Show that the series
$\sum_{n=1}^{\infty} ({1\over 1 - z^{n+1}} - {1\over 1-z^{n}})$
represents two analytic functions in the regions $|z| \lt 1$ and $|z| \gt 1$, and these functions are not analytic continuations of each other.
Okay, so because the function is written as a series it is pretty obvious it is analytic. This is what I think I need to do: Split the power series into two individual power series that can be represented as separate analytic continuations.
The problem I am having is that neither of the fractions in the series can be represented in a way that would let me work with a familiar power series-I've tried separating to get $\sum_{n=1}^{\infty} {1\over 1 - z^{n+1}}$ - $\sum_{n=1}^{\infty} {1\over 1-z^{n}}$ and then individually integrating each series which gives me log of something which is not useful and differentiating which just gives me something more complicated.

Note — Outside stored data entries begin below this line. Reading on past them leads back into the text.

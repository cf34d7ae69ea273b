import type { DeviceParams } from '../schemas/process.js';
import { EngineError } from './errors.js';
import { say } from './say.js';

/**
 * The short-channel terms of the all-region model at one length (docs/model.md §6.3). Each is optional in a
 * profile; a profile without them gets LONG_CHANNEL, which is the long-channel model exactly.
 */
export interface ChannelTerms {
  /** θ = θ0 + θ1/Leff, 1/V: ID ÷ (1 + θ·VOV) (mobility degradation and velocity saturation). */
  readonly theta: number;
  /** Leff/θ1 = Esat·Leff, V: the velocity-saturation voltage that lowers VDSsat; Infinity without θ1. */
  readonly esat: number;
  /** Pclm/Leff: strength of the channel-length modulation term; 0 without pclm. */
  readonly clm: number;
  /** DIBL coefficient η at this length, V/V: VT falls by η·VDS. */
  readonly eta: number;
}

export const LONG_CHANNEL: ChannelTerms = Object.freeze({ theta: 0, esat: Infinity, clm: 0, eta: 0 });

/** DIBL falls as ((lmin − ΔL)/Leff)^diblExp away from lmin; the exponent when the profile gives none (common practice, no source). */
export const DEFAULT_DIBL_EXPONENT = 2;

type ShortChannelParams = Pick<DeviceParams, 'lmin' | 'dl' | 'theta0' | 'theta1' | 'dibl' | 'diblExp' | 'pclm'>;

/** Leff = L − ΔL, m (ΔL = 0 when the profile gives none). A length with no channel left is refused. */
export function effectiveLength(params: Pick<DeviceParams, 'dl'>, l: number, field = 'l'): number {
  const leff = l - (params.dl ?? 0);
  if (!(leff > 0)) {
    throw new EngineError('L_BELOW_LMIN', `L = ${say(l, 'm')} leaves no channel: the process shortens the drawn length by ΔL = ${say(params.dl ?? 0, 'm')}`, field);
  }
  return leff;
}

/** Weff = W − fingers·ΔW, m: every finger loses ΔW (ΔW = 0 when the profile gives none). */
export function effectiveWidth(params: Pick<DeviceParams, 'dw'>, w: number, fingers = 1): number {
  return w - fingers * (params.dw ?? 0);
}

/** The terms at an effective length Leff (m). */
export function channelTermsAt(params: ShortChannelParams, leff: number): ChannelTerms {
  const theta1 = params.theta1 ?? 0;
  const eta = params.dibl === undefined ? 0 : params.dibl * ((params.lmin - (params.dl ?? 0)) / leff) ** (params.diblExp ?? DEFAULT_DIBL_EXPONENT);
  if (theta1 === 0 && params.theta0 === undefined && params.pclm === undefined && eta === 0) return LONG_CHANNEL;
  return {
    theta: (params.theta0 ?? 0) + theta1 / leff,
    esat: theta1 > 0 ? leff / theta1 : Infinity,
    clm: (params.pclm ?? 0) / leff,
    eta,
  };
}

/** The mobility temperature exponent at Leff: muExp + muExpL/Leff (velocity saturation weakens the temperature law at short L). */
export function mobilityExponentAt(params: Pick<DeviceParams, 'muExp' | 'muExpL'>, leff: number): number {
  return params.muExp + (params.muExpL ?? 0) / leff;
}

/** True when the profile gives any short-channel term of the all-region model. */
export function hasShortChannelTerms(params: Partial<Pick<DeviceParams, 'dl' | 'dw' | 'theta0' | 'theta1' | 'dibl' | 'pclm' | 'muExpL'>>): boolean {
  return [params.dl, params.dw, params.theta0, params.theta1, params.dibl, params.pclm, params.muExpL].some((value) => value !== undefined);
}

If I combine the two terms then seperate, I get $\sum_{n=1}^{\infty} ({z^{n+1}\over (1 - z^{n+1})(1-z^{n})} - {z^{n}\over (1-z^{n})(1-z^{n+1})})$ which is slightly similar to $\sum_{n=1}^{\infty} {z^{n}}$ which I know can be analytically continued over $\frac{1}{1-z}$
I would appreciate any suggestions, thank you.
The original sum is a telescoping series that can be written as
$lim_{n \to \infty}({1 \over1-z^{n+1}}-{1 \over1-z})$
This leads into two functions
a) $1- {1\over1-z}$ for $|z| < 1$
b) $- {1\over1-z}$ for $|z|>1$
If we expand these two in $\Bbb C-{\{1\}}$ then restricting one or the other in $D(0,1)$ or $\Bbb C-\hat D(0,1)$ then we can see that they are not the same.